The authors evaluate multiple embedding models to determine which best supports downstream policy learning, measuring performance across clustering, classification, complexity ranking, and decision prediction tasks. Sentence-T5-base and MetaCLIP-H14 emerge as top performers, balancing high overall scores with reasonable computational cost, indicating their suitability for encoding query states in adaptive configuration systems. Results confirm that embedding quality directly influences policy effectiveness, with text-only and multimodal models both capable of strong performance depending on task requirements.

The authors use a learned configuration framework (ARC) to adaptively select workflows and tools for LLM-based tasks, outperforming fixed architectures and search-based baselines across reasoning and tool-use benchmarks. Results show that ARC achieves higher accuracy while maintaining efficiency, with gains consistent across model sizes and partial transferability across tasks sharing structural or tool similarities. The framework’s effectiveness is further supported by low policy configuration error rates and improved performance after supervised fine-tuning refinement.

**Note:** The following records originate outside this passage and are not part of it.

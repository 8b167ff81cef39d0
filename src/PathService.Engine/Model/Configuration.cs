namespace PathService.Engine.Model;

/// <summary>
/// The configuration of the structure as one full vector in the layout of the <see cref="DofMap"/>: the translations of
/// every node (displacements from the initial position, additive) and, at rotating nodes, the rotation vector ψ of the
/// nodal rotation R = exp(ψ̂) from the initial triad. Every change of state goes through <see cref="Advance"/>:
/// translations add, rotations compose, R ← exp(Δθ̂)·R with the spatial spin Δθ that the equations solve for
/// (Argyris 1982; Simo and Vu-Quoc 1986; theory §"Element abstraction and rotation updates"). Without rotating nodes it is
/// exactly the loop full[d] += scale·δ[e] that it replaced, so bar-only results are bit-identical.
/// Linear combinations of two configurations (a bracket's interpolation, a mid-state) treat ψ as a vector: a first-order
/// approximation of the rotation between them that only serves as a predictor or probe; equilibrium states always come
/// from <see cref="Advance"/>.
/// </summary>
public static class Configuration
{
    /// <summary>full ← full ⊕ scale·δ over the free unknowns (δ a free vector: translations and spatial spins).</summary>
    public static void Advance(DofMap map, Span<double> full, ReadOnlySpan<double> delta, double scale = 1.0)
    {
        var fullOf = map.FullOf;
        int count = fullOf.Length;
        if (!map.HasRotations)
        {
            for (int e = 0; e < count; e++) full[fullOf[e]] += scale * delta[e];
            return;
        }
        var offset = map.Offset;
        var nodeOf = map.NodeOf;
        for (int e = 0; e < count; e++)
        {
            int d = fullOf[e];
            if (d - offset[nodeOf[d]] < 3) full[d] += scale * delta[e];
        }
        var eq = map.EquationOf;
        foreach (int r in map.RotationStarts)
        {
            int ex = eq[r], ey = eq[r + 1], ez = eq[r + 2];
            if (ex < 0 && ey < 0 && ez < 0) continue; // all three held: the rotation stays as prescribed
            double sx = ex >= 0 ? scale * delta[ex] : 0.0, sy = ey >= 0 ? scale * delta[ey] : 0.0, sz = ez >= 0 ? scale * delta[ez] : 0.0;
            Elements.RotationVector.Compose(full.Slice(r, 3), sx, sy, sz);
        }
    }
}
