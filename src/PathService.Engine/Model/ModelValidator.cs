namespace PathService.Engine.Model;
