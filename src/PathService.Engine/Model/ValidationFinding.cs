namespace PathService.Engine.Model;

/// <summary>How serious a finding is: errors stop the analysis, warnings are reported alongside results.</summary>
public enum FindingSeverity { Error, Warning }

/// <summary>Machine-readable kind of a validation finding (stable across versions; clients may switch on it).</summary>
public enum FindingCode
{
    MissingId,
    DuplicateId,
    UnknownNode,
    NonFiniteNumber,
    /// <summary>A model value beyond ±<see cref="ModelValidator.MaxMagnitude"/> (1e15): almost always a unit mistake.</summary>
    MagnitudeBeyondLimit,
    ZeroLengthBar,
    SameNodeAtBothEnds,
    NonPositiveStiffness,
    NonPositiveArea,
    NoReferenceLoad,
    UnconnectedNode,
    DuplicateSupport,
    EmptyModel,
    LoadOnRestrainedDirection,
    CoincidentNodes,
    InvalidDirection,
    NegativeDensity,
    UnknownLoadSet,
    /// <summary>A member-check property out of range: negative yield stress or second moment, non-positive effective-length factor.</summary>
    MemberPropertyOutOfRange,
    /// <summary>Warning: a load set asks for self-weight but no bar has a density, so it adds no weight.</summary>
    SelfWeightWithoutDensity,
    /// <summary>An enum number outside the contract (continuation method, arc-length constraint, bar behavior).</summary>
    UnknownOption,
    /// <summary>A solver control outside its documented range.</summary>
    ControlOutOfRange,
    /// <summary>A solver control that the chosen method or another control needs is not given.</summary>
    ControlMissing,
    /// <summary>Solver controls that contradict each other, the chosen method or the model.</summary>
    ControlConflict,
    /// <summary>An imperfection with neither buckling modes nor an explicit shape.</summary>
    ImperfectionShapeMissing,
    /// <summary>An imperfection buckling-mode number outside 1..20 or beyond the modes the model has.</summary>
    ImperfectionModeOutOfRange,
    /// <summary>Imperfection weights whose count differs from the number of shapes.</summary>
    ImperfectionWeightsMismatch,
    /// <summary>A design direction names a bar, node or spring that is not in the model.</summary>
    UnknownDesignItem,
    /// <summary>A beam section property or orientation out of range (non-positive modulus, area, second moment, torsion
    /// constant; an orientation vector of zero length or parallel to the member).</summary>
    BeamPropertyOutOfRange,
    /// <summary>A member subdivision or bow imperfection out of range (subdivisions outside 1..100, a bow on an undivided
    /// member, a generated intermediate node id that is already taken).</summary>
    MemberSubdivisionOutOfRange,
    /// <summary>A rotational direction (support, spring, load moment, watched DOF) at a node without rotational unknowns.</summary>
    RotationWithoutRotationalUnknowns,
}

/// <summary>
/// One problem found in a model definition. <see cref="FieldPath"/> names the offending field in the
/// caller's terms (for example <c>bars[4].area</c>), <see cref="ItemId"/> the node, bar or spring id.
/// </summary>
public sealed record ValidationFinding(FindingSeverity Severity, FindingCode Code, string FieldPath, string? ItemId, string Message)
{
    public override string ToString() => $"{Severity} {Code} at {FieldPath}{(ItemId is null ? "" : $" ('{ItemId}')")}: {Message}";
}

/// <summary>Thrown when a model definition has one or more errors; carries every finding, not just the first.</summary>
public sealed class ModelValidationException(IReadOnlyList<ValidationFinding> findings)
    : Exception(findings.Count == 0 ? "The model is invalid." : $"The model is invalid: {findings[0]}" + (findings.Count > 1 ? $" (and {findings.Count - 1} more)" : ""))
{
    public IReadOnlyList<ValidationFinding> Findings { get; } = findings;
}

/// <summary>
/// Thrown when the tangent stiffness at the start of an analysis is singular: the structure is a mechanism.
/// Names the node and the direction that the bars, springs and supports leave free.
/// </summary>
public sealed class MechanismException(string nodeId, Axis direction, string message) : Exception(message)
{
    public string NodeId { get; } = nodeId;
    public Axis Direction { get; } = direction;
}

The authors use ARC to learn adaptive workflow configurations and observe significantly higher workflow diversity compared to grid or greedy search baselines, as measured by unique workflows, entropy, and Gini coefficient. Results show that ARC explores a broader and more balanced set of structural patterns, indicating its ability to dynamically tailor configurations to task demands rather than relying on fixed or exhaustively searched strategies.